President Vladimir Putin on Tuesday called on Russia’s top military leadership to deliver a “drastic upgrade” to the country’s military capabilities over the next three to five years to thwart “systematic attempts to undermine the strategic balance.”
Speaking at an expanded meeting of the Defense Ministry Board, which includes Defense Minister Sergei Shoigu, Putin said the current geopolitical conditions demanded “swift actions.” He identified potential threats, including U.S. missile defense deployment, further eastward NATO expansion and militarization of the Arctic. “All these challenges … all of this directly affects our national interests and, accordingly, defines the placement of our priorities,” Putin said.
But analysts said Russia’s military modernization effort faces major problems, including incorrect assessment of the threats to the nation.
“There is no anti-Russia conspiracy inspired by Washington, and there is no coordinated anti-Russian policy in the world,” said Konstantin Oznobishchev, director of the Institute for Strategic Assessment.
In 2007, Russia embarked on one of the most ambitious military reforms in its history, announcing plans to spend more than 23 trillion rubles ($750 billion) by 2020 to completely overhaul its military hardware.
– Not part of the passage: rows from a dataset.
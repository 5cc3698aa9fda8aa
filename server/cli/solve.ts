import type { OperatingPointRecord } from '#shared/analyses/operating-point-record';
import { readArguments, USAGE } from './arguments';
import { printPoint } from './print-point';
import { solveFile } from './solve-file';

const EXIT_STATUS = { solved: 0, unsolved: 1, invalid: 2 } as const satisfies Record<
  OperatingPointRecord['status'],
  number
>;

const asked = readArguments(process.argv.slice(2));
switch (asked.kind) {
  case 'help':
    process.stdout.write(USAGE);
    break;
  case 'wrong':
    process.stderr.write(`${asked.message}\n\n${USAGE}`);
    process.exitCode = 2;
    break;
  case 'solve': {
    let worst: 0 | 1 | 2 = 0;
    for (const [index, file] of asked.files.entries()) {
      const record = await solveFile(file, process.stdin);
      if (EXIT_STATUS[record.status] > worst) worst = EXIT_STATUS[record.status];
      const gap = index === 0 ? '' : '\n';
      process.stdout.write(asked.json ? `${JSON.stringify(record)}\n` : `${gap}${printPoint(file, record)}`);
    }
    process.exitCode = worst;
  }
}
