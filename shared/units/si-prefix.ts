/** SI prefixes as powers of ten (BIPM SI Brochure, 9th edition); micro by its sign, by the Greek letter and by u. */
export const SI_PREFIX_EXPONENT: ReadonlyMap<string, number> = new Map([
  ['f', -15],
  ['p', -12],
  ['n', -9],
  ['µ', -6],
  ['μ', -6],
  ['u', -6],
  ['m', -3],
  ['', 0],
  ['k', 3],
  ['M', 6],
  ['G', 9],
  ['T', 12],
]);

/** The prefix printed for each power of ten. */
export const PREFIX_FOR_EXPONENT: ReadonlyMap<number, string> = new Map([
  [-15, 'f'],
  [-12, 'p'],
  [-9, 'n'],
  [-6, 'µ'],
  [-3, 'm'],
  [0, ''],
  [3, 'k'],
  [6, 'M'],
  [9, 'G'],
  [12, 'T'],
]);
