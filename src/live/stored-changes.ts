import * as decoding from 'lib0/decoding';
import * as encoding from 'lib0/encoding';
import { messageYjsSyncStep2, writeSyncStep1 } from 'y-protocols/sync';
import { messageSync, type WebsocketProvider } from 'y-websocket';

/**
 * Counts this person's changes that the server has not yet stored. The protocol has no receipt for an update, but
 * messages of one connection are answered in order and the server answers sync step 1 only when everything before it is
 * in its database: so one step 1 behind the changes, and its answer is the receipt.
 */
export class StoredChanges {
  #notStored = 0;
  /** Changes covered by the receipt that is on its way, or undefined when none was asked for. */
  #asked: number | undefined;
  readonly #provider: WebsocketProvider;
  readonly #onChange: () => void;

  constructor(provider: WebsocketProvider, onChange: () => void) {
    this.#provider = provider;
    this.#onChange = onChange;
    provider.doc.on('update', (_update: Uint8Array, origin: unknown) => {
      if (origin === provider) return;
      this.#notStored += 1;
      onChange();
      this.#ask();
    });
    provider.on('status', ({ status }) => {
      if (status !== 'connected') this.#asked = undefined;
    });
    provider.on('sync', (synced) => {
      if (synced) this.#ask();
    });
    const readSync = provider.messageHandlers[messageSync];
    if (!readSync) throw new Error('y-websocket has no handler for sync messages');
    provider.messageHandlers[messageSync] = (encoder, decoder, ...rest) => {
      const kind = decoding.peekVarUint(decoder);
      // The first answer of a connection makes it synced and so asks for a receipt; it is none itself.
      const asked = this.#asked;
      readSync(encoder, decoder, ...rest);
      if (kind === messageYjsSyncStep2 && asked !== undefined) this.#receipt(asked);
    };
  }

  get notStored(): number {
    return this.#notStored;
  }

  #ask(): void {
    const { ws, synced, doc } = this.#provider;
    if (this.#asked !== undefined || this.#notStored === 0 || !synced || ws?.readyState !== WebSocket.OPEN) return;
    this.#asked = this.#notStored;
    // Behind the provider's own listener, which sends the change itself.
    queueMicrotask(() => {
      if (ws.readyState !== WebSocket.OPEN) return;
      const encoder = encoding.createEncoder();
      encoding.writeVarUint(encoder, messageSync);
      writeSyncStep1(encoder, doc);
      ws.send(encoding.toUint8Array(encoder));
    });
  }

  #receipt(asked: number): void {
    this.#notStored -= asked;
    this.#asked = undefined;
    this.#onChange();
    this.#ask();
  }
}
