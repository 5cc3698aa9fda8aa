import type { OperatingPointRecord } from '#shared/analyses/operating-point-record';
import { formatValue } from '#shared/units/format-value';

/** A record as tables for people. */
export function printPoint(file: string, record: OperatingPointRecord): string {
  const headline =
    record.status === 'solved'
      ? `${file}: solved in ${record.iterations} iterations, currents balance to ${formatValue(record.residual, 'A')}`
      : `${file}: ${record.status}`;
  const blocks = [
    headline,
    fetTable(record),
    table(
      ['net', 'voltage'],
      Object.entries(record.nets).map(([net, voltage]) => [net, formatValue(voltage, 'V', 4)]),
    ),
    elementTable('source', record.sources),
    elementTable('resistor', record.resistors),
    record.problems.map(({ severity, code, message }) => `${severity} ${code}: ${message}`).join('\n'),
  ];
  return `${blocks.filter((block) => block !== '').join('\n\n')}\n`;
}

function fetTable({ fets }: OperatingPointRecord): string {
  const rows = Object.entries(fets).map(([ref, point]) => [
    ref,
    point.reversed ? `${point.region}, reversed` : point.region,
    formatValue(point.id, 'A'),
    formatValue(point.vgs, 'V'),
    formatValue(point.vds, 'V'),
    formatValue(point.vsb, 'V'),
    formatValue(point.vt, 'V'),
    formatValue(point.vov, 'V'),
    formatValue(point.saturationMargin, 'V'),
    formatValue(point.gm, 'S'),
    formatValue(point.gds, 'S'),
    formatValue(point.power, 'W'),
  ]);
  return table(['FET', 'region', 'ID', 'VGS', 'VDS', 'VSB', 'Vt', 'VOV', 'margin', 'gm', 'gds', 'power'], rows);
}

function elementTable(
  title: string,
  elements: Readonly<Record<string, { voltage: number; current: number; power: number }>>,
): string {
  const rows = Object.entries(elements).map(([ref, { voltage, current, power }]) => [
    ref,
    formatValue(voltage, 'V', 4),
    formatValue(current, 'A'),
    formatValue(power, 'W'),
  ]);
  return table([title, 'voltage', 'current', 'power'], rows);
}

/** Columns two spaces apart: words to the left, figures to the right. Nothing when there is no row. */
function table(head: readonly string[], rows: readonly (readonly string[])[]): string {
  if (rows.length === 0) return '';
  const lines = [head, ...rows];
  const widths = head.map((_, column) => Math.max(...lines.map((line) => (line[column] ?? '').length)));
  const isFigure = head.map((_, column) => rows.every((row) => /^[−-]?\d/.test(row[column] ?? '')));
  return lines
    .map((line) =>
      line
        .map((cell, column) =>
          isFigure[column] ? cell.padStart(widths[column] ?? 0) : cell.padEnd(widths[column] ?? 0),
        )
        .join('  ')
        .trimEnd(),
    )
    .join('\n');
}
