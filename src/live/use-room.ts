import { useCallback, useEffect, useState, useSyncExternalStore } from 'react';
import { type Denial, openRoom, type Room, type RoomState } from './room';

const OPENING: RoomState = { kind: 'opening', unreachable: false };

/** The live room of a sheet for as long as the component is there; `onDenied` must be stable. */
export function useRoom(
  sheetId: string,
  onDenied: (denial: Denial) => void,
): { room: Room | undefined; state: RoomState } {
  const [room, setRoom] = useState<Room>();
  useEffect(() => {
    const opened = openRoom(sheetId, onDenied);
    setRoom(opened);
    return () => opened.close();
  }, [sheetId, onDenied]);
  const subscribe = useCallback((listener: () => void) => room?.subscribe(listener) ?? (() => undefined), [room]);
  const state = useSyncExternalStore(subscribe, () => room?.state() ?? OPENING);
  return { room, state };
}
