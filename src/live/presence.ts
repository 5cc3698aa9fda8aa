import { equalityDeep } from 'lib0/function';
import { useCallback, useEffect, useMemo, useRef, useSyncExternalStore } from 'react';
import { z } from 'zod';
import { gridPointSchema, type PartId, partIdSchema } from '#shared/circuit/drawing';
import type { GridPoint } from '#shared/geometry/place';
import type { Room } from './room';
import type { Selection } from './selection';

/** The middle of what somebody has in view, in px of the sheet, and how large they see it. */
export type SharedView = GridPoint & { readonly zoom: number };

/** Somebody else on this sheet, as the server vouches for them. */
export type OtherPerson = {
  /** Of the connection: one person in two windows is there twice. */
  readonly id: number;
  readonly name: string;
  readonly initials: string;
  readonly selection: ReadonlySet<PartId>;
  readonly pointer: GridPoint | undefined;
  readonly view: SharedView | undefined;
  readonly editing: EditedField | undefined;
};

/** A value that somebody has the cursor in: of which part, and by what name. */
export type EditedField = { readonly part: PartId; readonly field: string };

/** Most often that a moving pointer or view is told to the others, in ms. */
const PRESENCE_INTERVAL = 50;

const presenceSchema = z.object({
  user: z.object({ name: z.string(), initials: z.string() }),
  selection: z.array(partIdSchema).max(1000).catch([]),
  pointer: gridPointSchema
    .or(z.object({ x: z.number(), y: z.number() }))
    .optional()
    .catch(undefined),
  view: z.object({ x: z.number(), y: z.number(), zoom: z.number().positive() }).optional().catch(undefined),
  editing: z
    .object({ part: partIdSchema, field: z.string().max(64) })
    .optional()
    .catch(undefined),
});

/** Everyone else who is here; what they say of themselves is read with suspicion, who they are comes from the server. */
export function useOthers(room: Room): readonly OtherPerson[] {
  const { awareness } = room;
  const last = useRef<readonly OtherPerson[]>([]);
  const subscribe = useCallback(
    (listener: () => void) => {
      awareness.on('change', listener);
      return () => awareness.off('change', listener);
    },
    [awareness],
  );
  return useSyncExternalStore(subscribe, () => {
    const others: OtherPerson[] = [];
    for (const [client, state] of awareness.getStates()) {
      if (client === awareness.clientID) continue;
      const presence = presenceSchema.safeParse(state);
      if (!presence.success) continue;
      const { user, selection, pointer, view, editing } = presence.data;
      others.push({ id: client, ...user, selection: new Set(selection), pointer, view, editing });
    }
    others.sort((a, b) => a.id - b.id);
    if (!equalityDeep(last.current, others)) last.current = others;
    return last.current;
  });
}

/** Somebody else who is at a value of a part. */
export type FieldEditor = Pick<OtherPerson, 'id' | 'name' | 'initials'> & { readonly field: string };

/** Who else is at which value of this part. */
export function useFieldEditors(others: readonly OtherPerson[], part: PartId | undefined): readonly FieldEditor[] {
  const last = useRef<readonly FieldEditor[]>([]);
  const now = others.flatMap(({ id, name, initials, editing }) =>
    editing && editing.part === part ? [{ id, name, initials, field: editing.field }] : [],
  );
  // Others' pointers move all the time; who edits what hardly ever does.
  if (!equalityDeep(last.current, now)) last.current = now;
  return last.current;
}

/** Tells the others what is selected here; returns how to tell where the pointer is, what is in view and what is edited. */
export function usePresence(room: Room, selection: Selection) {
  const { awareness } = room;
  useEffect(() => awareness.setLocalStateField('selection', [...selection.parts]), [awareness, selection]);
  const pointer = useThrottledField<GridPoint | undefined>(room, 'pointer');
  const view = useThrottledField<SharedView>(room, 'view');
  return useMemo(
    () => ({
      tellPointer: pointer,
      tellView: view,
      tellEditing: (editing: EditedField | undefined) => awareness.setLocalStateField('editing', editing),
    }),
    [awareness, pointer, view],
  );
}

function useThrottledField<T extends GridPoint | undefined>({ awareness }: Room, field: string): (value: T) => void {
  const throttled = useMemo(() => {
    let waiting: ReturnType<typeof setTimeout> | undefined;
    let latest: T | undefined;
    return {
      tell(value: T) {
        latest = value && { ...value, x: Math.round(value.x), y: Math.round(value.y) };
        waiting ??= setTimeout(() => {
          waiting = undefined;
          awareness.setLocalStateField(field, latest);
        }, PRESENCE_INTERVAL);
      },
      stop: () => clearTimeout(waiting),
    };
  }, [awareness, field]);
  useEffect(() => throttled.stop, [throttled]);
  return throttled.tell;
}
Former Defense Minister Anatoly Serdyukov rooted out much of the cumbersome Soviet legacy from the defense sector, drawing praise from pundits for introducing a more mobile and well-knit command structure and improving cooperation between branches of the armed forces. Some of Serdyukov’s actions were seen as too aggressive, however, such as the dismissal of over 60 percent of the officer class, and he was unpopular among much of the top brass.
Following Serdyukov’s dismissal in November amid a corruption scandal at Defense Ministry agency Oboronservis, observers have been watching closely to see whether Shoigu shifts course.
Putin opened Tuesday’s meeting by praising Shoigu, a longtime ally of the president, and General Staff head Valery Gerasimov, who was also appointed to his post in November. Regarding the reforms, the president said: “Overall, it’s a complex process. Without question, you can’t follow templates, but … there must not be constant seesawing or endless revisions of prior decisions.”
So far, the new defense minister has only revised some peripheral aspects of Serdyukov’s reforms, leaving “the key structural elements” intact, Dmitry Gorenburg, a senior analyst at Harvard’s Davis Center for Russian and Eurasian Studies, said in a blog post. Shoigu has restored the Soviet-era military education scheme but kept brigades as the military’s most important units, Gorenburg noted.
Oznobischev said he doesn’t think it matters who occupies the helm of the Defense Ministry. “The main problem is that our military policy lacks strategy,” he said. “For instance, we do not know why we need to spend 23 trillion [rubles] on weapons purchases.”
The massive state armaments program has been a major point of contention in the government. In September 2011, Finance Minister Alexei Kudrin was dismissed from his post by President Dmitry Medvedev, ostensibly over Kudrin’s conviction that too much money was being budgeted for arms expenditures.
On Tuesday, Putin insisted that all provisions of the state armaments program be fulfilled.
The president also touched on various hot-button issues facing the military, giving assurances that the term of mandatory military service will not be increased beyond the current 12 months and demanding that all officers receive housing, as they had been promised.